▶ Goal of the exercise: In the listing below, locate the lines that hold "Points" and copy them.

▶ Data for this exercise:
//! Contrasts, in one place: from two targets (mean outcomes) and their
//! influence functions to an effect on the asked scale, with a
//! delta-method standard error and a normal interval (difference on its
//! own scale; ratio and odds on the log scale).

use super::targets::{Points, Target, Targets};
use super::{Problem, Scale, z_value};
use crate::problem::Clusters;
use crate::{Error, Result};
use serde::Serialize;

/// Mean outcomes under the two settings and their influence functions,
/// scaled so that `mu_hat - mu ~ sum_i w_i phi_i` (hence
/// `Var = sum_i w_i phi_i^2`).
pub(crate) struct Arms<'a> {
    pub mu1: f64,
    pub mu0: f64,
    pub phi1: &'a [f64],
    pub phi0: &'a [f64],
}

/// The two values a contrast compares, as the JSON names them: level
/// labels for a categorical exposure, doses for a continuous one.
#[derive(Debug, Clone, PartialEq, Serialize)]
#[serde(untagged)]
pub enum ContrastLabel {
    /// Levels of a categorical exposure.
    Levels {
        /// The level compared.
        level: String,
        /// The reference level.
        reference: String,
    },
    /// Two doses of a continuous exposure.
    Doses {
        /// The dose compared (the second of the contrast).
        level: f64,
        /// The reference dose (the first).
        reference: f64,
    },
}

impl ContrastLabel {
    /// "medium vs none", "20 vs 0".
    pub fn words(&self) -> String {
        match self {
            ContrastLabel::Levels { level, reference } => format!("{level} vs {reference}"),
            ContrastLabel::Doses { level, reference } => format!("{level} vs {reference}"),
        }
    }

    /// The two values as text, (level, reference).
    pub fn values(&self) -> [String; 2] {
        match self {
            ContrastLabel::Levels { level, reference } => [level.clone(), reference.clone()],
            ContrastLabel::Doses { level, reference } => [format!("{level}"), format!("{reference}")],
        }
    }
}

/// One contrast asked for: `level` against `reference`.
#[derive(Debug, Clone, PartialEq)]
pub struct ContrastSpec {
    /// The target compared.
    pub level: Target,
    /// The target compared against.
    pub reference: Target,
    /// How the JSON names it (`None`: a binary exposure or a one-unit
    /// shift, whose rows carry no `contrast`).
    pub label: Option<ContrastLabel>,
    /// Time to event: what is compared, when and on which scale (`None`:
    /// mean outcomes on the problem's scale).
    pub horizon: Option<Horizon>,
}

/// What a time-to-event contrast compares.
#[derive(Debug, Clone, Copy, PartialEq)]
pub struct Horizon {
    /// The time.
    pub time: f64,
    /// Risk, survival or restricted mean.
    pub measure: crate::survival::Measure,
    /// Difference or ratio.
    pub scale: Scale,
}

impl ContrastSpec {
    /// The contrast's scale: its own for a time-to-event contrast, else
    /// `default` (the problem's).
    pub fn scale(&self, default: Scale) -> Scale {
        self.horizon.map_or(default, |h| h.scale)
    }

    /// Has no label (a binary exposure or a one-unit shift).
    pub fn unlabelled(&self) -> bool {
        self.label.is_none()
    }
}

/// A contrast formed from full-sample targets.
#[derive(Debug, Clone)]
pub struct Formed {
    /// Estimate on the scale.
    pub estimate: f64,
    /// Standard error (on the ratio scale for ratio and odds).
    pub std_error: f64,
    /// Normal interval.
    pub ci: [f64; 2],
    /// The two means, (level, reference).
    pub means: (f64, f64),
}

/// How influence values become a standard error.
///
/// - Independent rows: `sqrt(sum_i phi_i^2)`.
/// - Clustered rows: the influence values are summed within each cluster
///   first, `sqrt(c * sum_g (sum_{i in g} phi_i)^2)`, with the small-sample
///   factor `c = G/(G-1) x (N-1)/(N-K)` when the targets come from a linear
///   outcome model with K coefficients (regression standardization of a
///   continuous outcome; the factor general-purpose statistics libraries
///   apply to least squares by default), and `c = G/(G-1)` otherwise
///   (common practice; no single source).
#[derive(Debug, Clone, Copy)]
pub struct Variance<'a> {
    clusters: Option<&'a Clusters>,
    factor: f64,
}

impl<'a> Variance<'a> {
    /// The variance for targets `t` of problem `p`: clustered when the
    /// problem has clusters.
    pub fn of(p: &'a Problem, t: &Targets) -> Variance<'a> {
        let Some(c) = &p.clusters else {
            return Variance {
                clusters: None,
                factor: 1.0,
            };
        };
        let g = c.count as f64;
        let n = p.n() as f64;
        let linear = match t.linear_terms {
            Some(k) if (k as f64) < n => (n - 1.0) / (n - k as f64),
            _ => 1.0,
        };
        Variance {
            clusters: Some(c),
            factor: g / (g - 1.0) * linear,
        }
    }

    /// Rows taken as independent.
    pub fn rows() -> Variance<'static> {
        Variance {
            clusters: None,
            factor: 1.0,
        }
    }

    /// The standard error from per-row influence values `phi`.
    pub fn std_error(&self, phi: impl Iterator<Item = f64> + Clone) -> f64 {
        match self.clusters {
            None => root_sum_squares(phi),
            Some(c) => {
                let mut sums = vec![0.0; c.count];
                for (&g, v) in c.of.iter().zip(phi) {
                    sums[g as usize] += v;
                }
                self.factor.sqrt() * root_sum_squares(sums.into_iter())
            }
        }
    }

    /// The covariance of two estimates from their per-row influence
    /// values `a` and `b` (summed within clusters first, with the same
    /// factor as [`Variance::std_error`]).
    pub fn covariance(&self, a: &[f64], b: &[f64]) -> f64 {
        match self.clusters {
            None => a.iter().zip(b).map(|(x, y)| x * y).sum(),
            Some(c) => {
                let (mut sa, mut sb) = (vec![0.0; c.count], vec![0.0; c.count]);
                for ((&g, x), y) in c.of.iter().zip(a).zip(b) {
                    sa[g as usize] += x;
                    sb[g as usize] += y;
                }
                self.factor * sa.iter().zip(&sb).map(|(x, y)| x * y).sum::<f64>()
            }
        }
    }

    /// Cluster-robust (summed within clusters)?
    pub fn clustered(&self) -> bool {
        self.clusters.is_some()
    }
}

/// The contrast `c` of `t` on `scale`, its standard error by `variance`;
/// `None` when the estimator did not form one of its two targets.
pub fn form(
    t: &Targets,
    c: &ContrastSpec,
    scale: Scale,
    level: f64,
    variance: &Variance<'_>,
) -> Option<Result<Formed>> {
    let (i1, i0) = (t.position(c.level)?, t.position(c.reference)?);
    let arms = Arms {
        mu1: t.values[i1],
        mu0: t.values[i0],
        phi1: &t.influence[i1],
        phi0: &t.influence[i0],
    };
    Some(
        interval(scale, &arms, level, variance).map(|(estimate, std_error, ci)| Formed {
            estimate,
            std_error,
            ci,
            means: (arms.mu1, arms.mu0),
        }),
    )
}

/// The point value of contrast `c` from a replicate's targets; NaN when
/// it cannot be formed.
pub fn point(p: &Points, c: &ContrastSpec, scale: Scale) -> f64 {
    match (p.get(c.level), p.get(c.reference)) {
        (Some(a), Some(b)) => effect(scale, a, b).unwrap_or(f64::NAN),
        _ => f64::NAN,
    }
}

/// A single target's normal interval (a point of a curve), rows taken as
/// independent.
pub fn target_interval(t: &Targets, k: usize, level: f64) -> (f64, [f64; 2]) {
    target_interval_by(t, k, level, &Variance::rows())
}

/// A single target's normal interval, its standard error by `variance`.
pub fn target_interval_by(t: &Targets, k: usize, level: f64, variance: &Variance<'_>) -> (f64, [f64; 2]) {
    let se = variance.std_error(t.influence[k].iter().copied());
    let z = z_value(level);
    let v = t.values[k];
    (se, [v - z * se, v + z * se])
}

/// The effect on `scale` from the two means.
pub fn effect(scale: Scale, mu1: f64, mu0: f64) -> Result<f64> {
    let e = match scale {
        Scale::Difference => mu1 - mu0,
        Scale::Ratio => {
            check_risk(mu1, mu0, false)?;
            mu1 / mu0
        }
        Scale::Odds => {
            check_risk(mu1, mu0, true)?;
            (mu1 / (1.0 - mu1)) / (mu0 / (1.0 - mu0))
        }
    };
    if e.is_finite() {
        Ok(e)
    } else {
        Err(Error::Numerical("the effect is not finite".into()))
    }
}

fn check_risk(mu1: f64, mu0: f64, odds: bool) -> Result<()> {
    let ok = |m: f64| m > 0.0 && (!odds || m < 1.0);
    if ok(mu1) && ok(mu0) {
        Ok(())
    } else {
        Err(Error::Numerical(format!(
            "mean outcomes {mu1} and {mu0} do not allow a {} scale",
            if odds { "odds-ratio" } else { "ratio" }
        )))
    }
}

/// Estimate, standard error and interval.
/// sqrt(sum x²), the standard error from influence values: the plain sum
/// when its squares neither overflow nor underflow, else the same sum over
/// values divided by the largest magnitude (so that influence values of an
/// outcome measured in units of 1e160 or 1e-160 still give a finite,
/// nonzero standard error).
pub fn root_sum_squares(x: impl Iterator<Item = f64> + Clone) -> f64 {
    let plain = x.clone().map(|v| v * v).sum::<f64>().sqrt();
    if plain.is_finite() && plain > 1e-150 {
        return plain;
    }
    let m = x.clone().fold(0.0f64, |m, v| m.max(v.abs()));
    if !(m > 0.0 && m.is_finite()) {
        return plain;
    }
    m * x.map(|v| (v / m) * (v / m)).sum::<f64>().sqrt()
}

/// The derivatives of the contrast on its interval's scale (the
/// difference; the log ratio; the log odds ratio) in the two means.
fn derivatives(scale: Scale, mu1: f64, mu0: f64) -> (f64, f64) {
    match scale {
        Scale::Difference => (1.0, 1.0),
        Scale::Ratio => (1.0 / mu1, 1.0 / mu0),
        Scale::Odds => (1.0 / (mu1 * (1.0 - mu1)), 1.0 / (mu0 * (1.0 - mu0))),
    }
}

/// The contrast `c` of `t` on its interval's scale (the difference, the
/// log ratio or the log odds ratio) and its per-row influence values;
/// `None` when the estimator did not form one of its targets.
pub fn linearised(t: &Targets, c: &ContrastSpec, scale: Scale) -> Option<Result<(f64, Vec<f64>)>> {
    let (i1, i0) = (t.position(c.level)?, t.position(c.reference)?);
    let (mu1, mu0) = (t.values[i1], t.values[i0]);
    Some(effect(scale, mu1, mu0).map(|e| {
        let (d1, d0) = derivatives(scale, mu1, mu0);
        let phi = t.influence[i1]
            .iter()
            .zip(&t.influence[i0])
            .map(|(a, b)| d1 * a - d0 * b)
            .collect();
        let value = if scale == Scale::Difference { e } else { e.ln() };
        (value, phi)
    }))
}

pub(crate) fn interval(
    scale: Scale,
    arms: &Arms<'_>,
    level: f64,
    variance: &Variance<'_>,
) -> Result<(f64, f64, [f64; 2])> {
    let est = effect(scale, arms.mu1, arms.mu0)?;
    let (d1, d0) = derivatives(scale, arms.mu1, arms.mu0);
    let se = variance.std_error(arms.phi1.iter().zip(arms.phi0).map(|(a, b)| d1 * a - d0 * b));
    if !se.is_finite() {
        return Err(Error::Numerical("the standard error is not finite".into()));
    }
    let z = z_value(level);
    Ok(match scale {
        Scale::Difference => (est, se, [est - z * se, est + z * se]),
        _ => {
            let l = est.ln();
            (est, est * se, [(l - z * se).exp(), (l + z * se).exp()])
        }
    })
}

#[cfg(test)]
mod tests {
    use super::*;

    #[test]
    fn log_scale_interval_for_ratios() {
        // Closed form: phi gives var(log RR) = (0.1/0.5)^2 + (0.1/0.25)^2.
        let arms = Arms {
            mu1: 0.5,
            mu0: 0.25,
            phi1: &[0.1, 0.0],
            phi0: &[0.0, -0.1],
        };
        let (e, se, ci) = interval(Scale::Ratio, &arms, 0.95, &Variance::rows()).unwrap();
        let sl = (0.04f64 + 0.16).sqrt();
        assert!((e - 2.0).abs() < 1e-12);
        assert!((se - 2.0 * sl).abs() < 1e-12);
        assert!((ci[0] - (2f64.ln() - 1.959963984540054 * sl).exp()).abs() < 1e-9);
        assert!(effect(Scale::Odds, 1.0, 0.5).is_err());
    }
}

▶ Expected output:
use super::targets::{Points, Target, Targets};
pub fn point(p: &Points, c: &ContrastSpec, scale: Scale) -> f64 {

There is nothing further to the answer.